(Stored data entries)
++++++++

"""Two circuits driven side by side by the same random input changes, many runs at a time: what could correspond.

Nothing is believed of what is seen here. Every run follows one ordering: the nodes outside a cut of the loops first,
then all excited nodes of the cut at once. A run that does not come to rest is left out from there on.
"""

from __future__ import annotations

from collections.abc import Iterator, Mapping, Sequence
from random import Random

from settled.models.environment import Environment
from settled.models.logic import Program
from settled.verify.limits import Limits
from settled.verify.settled_states import Settled

CHANGES = 120
ROUNDS = 40
CALM = 20

Words = dict[str, int]


class Runs:
    """Runs of one circuit, a bit each in the word of every signal."""

    def __init__(self, settled: Settled, states: Sequence[int]) -> None:
        self.settled, circuit = settled, settled.circuit
        self.one = (1 << len(states)) - 1
        self.now: Words = {}
        for i, s in enumerate(circuit.signals):
            self.now[s] = sum((state >> i & 1) << lane for lane, state in enumerate(states))
        self._next = Program([settled.follows[k] for k in settled.cut])
        self._rest = Program([settled.value[n] for n in settled.order])

    def change(self, moved: Mapping[str, int]) -> int:
        """Change inputs, each in a word of runs, and let the circuit settle; the word of the runs that come to rest."""
        for x, word in moved.items():
            self.now[x] ^= word
        restless = self.one
        for _ in range(ROUNDS):
            after = dict(zip(self.settled.cut, self._next.run(self.now, self.one), strict=True))
            restless = 0
            for k, word in after.items():
                restless |= word ^ self.now[k]
            self.now |= after
            if not restless:
                break
        self.now.update(zip(self.settled.order, self._rest.run(self.now, self.one), strict=True))
        return self.one ^ restless


class Lockstep:
    """Both circuits from pairs of start states; guards and assumptions are those of the original's environment.

    For some changes at a time an input keeps still in half of the runs, so that a reset leaves the others alone.
    """

    def __init__(
        self,
        sides: tuple[Settled, Settled],
        environment: Environment,
        pairs: Sequence[tuple[int, int]],
        outputs: Sequence[str],
    ) -> None:
        one = sides[0].circuit
        self.sides = Runs(sides[0], [a for a, _ in pairs]), Runs(sides[1], [b for _, b in pairs])
        self.inputs, self.changes = one.inputs, environment.changes
        self.alive = self.one = (1 << len(pairs)) - 1
        self._width, self._rng, self._taken = len(pairs), Random(1), 0
        self._outputs = [Program([s.circuit.resolve(s.circuit.signal(z))[0] for z in outputs]) for s in sides]
        guards = [environment.guard(x) for x in one.inputs]
        self._guards = Program(one.resolve(*(e for g in guards for e in (g.rises, g.falls))))
        self._assume = Program(one.resolve(*environment.assume))

    def run(self, limits: Limits) -> Iterator[int]:
        """Drive both circuits, change by change. `alive`: the runs in which both sides have always come to rest."""
        for number in range(CHANGES):
            limits.check("in random simulation")
            moved = self._choice()
            for side in self.sides:
                self.alive &= side.change(moved)
            yield number

    def apart(self) -> int:
        """The runs in which the outputs differ."""
        left, right = (p.run(side.now, self.one) for p, side in zip(self._outputs, self.sides, strict=True))
        found = 0
        for a, b in zip(left, right, strict=True):
            found |= a ^ b
        return found

    def _choice(self) -> Words:
        """For each input the runs in which it changes."""
        if self._taken % CALM == 0:
            self._lively = {x: self._rng.getrandbits(self._width) for x in self.inputs}
        self._taken += 1
        allowed, several = self._allowed(), self.changes != "single" and self._rng.random() < 0.5
        chosen, taken = {}, 0
        for x in self._rng.sample(self.inputs, len(self.inputs)):
            word = self._rng.getrandbits(self._width) & allowed[x] & self._lively[x]
            chosen[x] = word if several else word & ~taken
            taken |= word
        now = self.sides[0].now
        lawful = self.alive
        for word in self._assume.run(now | {x: now[x] ^ w for x, w in chosen.items()}, self.one):
            lawful &= word
        return {x: word & lawful for x, word in chosen.items()}

    def _allowed(self) -> Words:
        now = self.sides[0].now
        values = self._guards.run(now, self.one)
        rises, falls = values[::2], values[1::2]
        return {x: r & ~now[x] | f & now[x] for x, r, f in zip(self.inputs, rises, falls, strict=True)}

++++++++

Select every line above that contains the word "right", and copy it.

        left, right = (p.run(side.now, self.one) for p, side in zip(self._outputs, self.sides, strict=True))
        for a, b in zip(left, right, strict=True):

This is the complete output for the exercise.